-- Opening Marker --

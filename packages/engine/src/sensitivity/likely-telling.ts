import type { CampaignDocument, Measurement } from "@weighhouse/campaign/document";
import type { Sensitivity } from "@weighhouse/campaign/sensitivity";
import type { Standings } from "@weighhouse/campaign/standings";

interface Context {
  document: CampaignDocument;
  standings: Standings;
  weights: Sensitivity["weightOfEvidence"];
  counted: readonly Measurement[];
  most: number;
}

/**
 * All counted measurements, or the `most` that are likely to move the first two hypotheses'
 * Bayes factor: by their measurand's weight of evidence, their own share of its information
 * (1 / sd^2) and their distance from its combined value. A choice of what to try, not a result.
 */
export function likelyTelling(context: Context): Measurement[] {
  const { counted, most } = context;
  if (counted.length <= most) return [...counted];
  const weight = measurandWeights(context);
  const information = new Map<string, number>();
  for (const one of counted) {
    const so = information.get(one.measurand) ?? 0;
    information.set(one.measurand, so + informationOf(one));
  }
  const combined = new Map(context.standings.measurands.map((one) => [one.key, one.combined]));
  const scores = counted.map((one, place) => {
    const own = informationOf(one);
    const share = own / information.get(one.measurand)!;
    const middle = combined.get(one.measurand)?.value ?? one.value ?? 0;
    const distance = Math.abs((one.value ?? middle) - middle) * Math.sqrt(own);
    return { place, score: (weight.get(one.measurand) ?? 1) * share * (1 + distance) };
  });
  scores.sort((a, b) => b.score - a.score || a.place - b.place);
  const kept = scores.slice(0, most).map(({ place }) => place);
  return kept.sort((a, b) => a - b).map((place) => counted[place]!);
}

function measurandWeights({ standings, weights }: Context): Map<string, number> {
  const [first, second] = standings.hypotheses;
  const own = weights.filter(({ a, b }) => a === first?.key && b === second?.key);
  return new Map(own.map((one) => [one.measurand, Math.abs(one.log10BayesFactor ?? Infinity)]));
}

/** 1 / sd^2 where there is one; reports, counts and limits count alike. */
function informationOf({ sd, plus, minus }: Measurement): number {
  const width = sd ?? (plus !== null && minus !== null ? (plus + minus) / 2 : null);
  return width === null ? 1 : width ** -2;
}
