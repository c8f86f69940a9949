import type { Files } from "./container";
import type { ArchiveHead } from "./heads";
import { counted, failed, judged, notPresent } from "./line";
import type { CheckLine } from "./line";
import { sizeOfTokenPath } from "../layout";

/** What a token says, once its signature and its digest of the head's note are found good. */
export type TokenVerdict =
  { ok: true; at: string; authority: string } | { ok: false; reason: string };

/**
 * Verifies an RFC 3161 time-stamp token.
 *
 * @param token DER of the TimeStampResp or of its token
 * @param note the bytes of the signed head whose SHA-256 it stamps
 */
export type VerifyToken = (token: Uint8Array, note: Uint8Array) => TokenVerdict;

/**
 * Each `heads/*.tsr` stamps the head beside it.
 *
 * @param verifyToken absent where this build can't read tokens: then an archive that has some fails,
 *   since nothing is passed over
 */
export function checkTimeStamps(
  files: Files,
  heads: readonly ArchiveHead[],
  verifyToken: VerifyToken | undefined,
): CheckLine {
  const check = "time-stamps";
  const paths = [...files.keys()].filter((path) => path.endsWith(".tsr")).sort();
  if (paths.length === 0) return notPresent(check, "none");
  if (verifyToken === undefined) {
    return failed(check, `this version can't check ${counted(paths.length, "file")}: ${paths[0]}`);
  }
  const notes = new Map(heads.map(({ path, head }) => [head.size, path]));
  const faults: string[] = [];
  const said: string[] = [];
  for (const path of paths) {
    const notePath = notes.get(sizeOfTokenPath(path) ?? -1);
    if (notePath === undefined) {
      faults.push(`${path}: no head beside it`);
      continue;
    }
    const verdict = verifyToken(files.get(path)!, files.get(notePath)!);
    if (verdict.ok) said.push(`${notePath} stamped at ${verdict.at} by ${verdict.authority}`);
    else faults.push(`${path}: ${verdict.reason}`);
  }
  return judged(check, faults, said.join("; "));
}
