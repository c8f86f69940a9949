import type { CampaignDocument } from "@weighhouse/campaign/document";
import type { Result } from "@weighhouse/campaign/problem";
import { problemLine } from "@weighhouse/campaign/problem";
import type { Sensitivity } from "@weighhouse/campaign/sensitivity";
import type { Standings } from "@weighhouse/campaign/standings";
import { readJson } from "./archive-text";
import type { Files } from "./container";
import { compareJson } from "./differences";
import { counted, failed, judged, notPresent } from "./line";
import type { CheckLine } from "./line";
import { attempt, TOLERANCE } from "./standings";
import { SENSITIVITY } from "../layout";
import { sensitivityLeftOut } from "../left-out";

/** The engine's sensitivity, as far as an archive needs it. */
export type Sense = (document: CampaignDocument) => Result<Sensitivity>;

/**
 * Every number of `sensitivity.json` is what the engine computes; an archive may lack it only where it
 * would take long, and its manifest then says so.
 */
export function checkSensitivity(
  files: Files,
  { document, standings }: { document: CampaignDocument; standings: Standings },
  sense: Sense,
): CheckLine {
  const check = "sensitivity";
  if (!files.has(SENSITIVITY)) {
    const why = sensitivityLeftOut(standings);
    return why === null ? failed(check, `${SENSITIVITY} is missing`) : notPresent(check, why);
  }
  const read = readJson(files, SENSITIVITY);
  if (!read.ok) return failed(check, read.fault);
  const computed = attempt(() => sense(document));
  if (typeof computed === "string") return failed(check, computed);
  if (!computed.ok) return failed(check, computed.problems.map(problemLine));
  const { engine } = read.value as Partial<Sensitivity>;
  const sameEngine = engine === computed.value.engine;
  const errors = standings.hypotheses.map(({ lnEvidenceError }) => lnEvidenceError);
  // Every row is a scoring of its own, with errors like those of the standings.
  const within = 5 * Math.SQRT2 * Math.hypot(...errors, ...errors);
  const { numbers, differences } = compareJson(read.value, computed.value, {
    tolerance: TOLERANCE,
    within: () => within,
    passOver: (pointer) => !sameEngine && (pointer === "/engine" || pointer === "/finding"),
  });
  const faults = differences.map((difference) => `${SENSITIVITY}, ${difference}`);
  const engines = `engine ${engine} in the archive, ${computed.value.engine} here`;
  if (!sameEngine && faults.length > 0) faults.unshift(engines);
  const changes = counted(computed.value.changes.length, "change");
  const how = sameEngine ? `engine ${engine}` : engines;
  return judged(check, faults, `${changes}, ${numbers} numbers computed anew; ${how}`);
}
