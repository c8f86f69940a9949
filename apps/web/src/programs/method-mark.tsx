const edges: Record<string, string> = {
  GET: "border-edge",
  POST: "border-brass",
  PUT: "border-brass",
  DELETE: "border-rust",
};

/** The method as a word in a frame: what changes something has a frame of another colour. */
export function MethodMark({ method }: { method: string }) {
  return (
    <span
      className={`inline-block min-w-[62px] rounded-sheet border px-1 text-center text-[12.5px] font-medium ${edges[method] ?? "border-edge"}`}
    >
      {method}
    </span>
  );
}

-- Closing Marker --

▶ **Task brief**
Find the line with "scores.sort((a, b) =>" in the entries above. Retype it and each line after it, exactly, through the line with "Context): Map<string, number>", and stop there.

▶ **Solution**
  scores.sort((a, b) => b.score - a.score || a.place - b.place);
  const kept = scores.slice(0, most).map(({ place }) => place);
  return kept.sort((a, b) => a - b).map((place) => counted[place]!);
}

function measurandWeights({ standings, weights }: Context): Map<string, number> {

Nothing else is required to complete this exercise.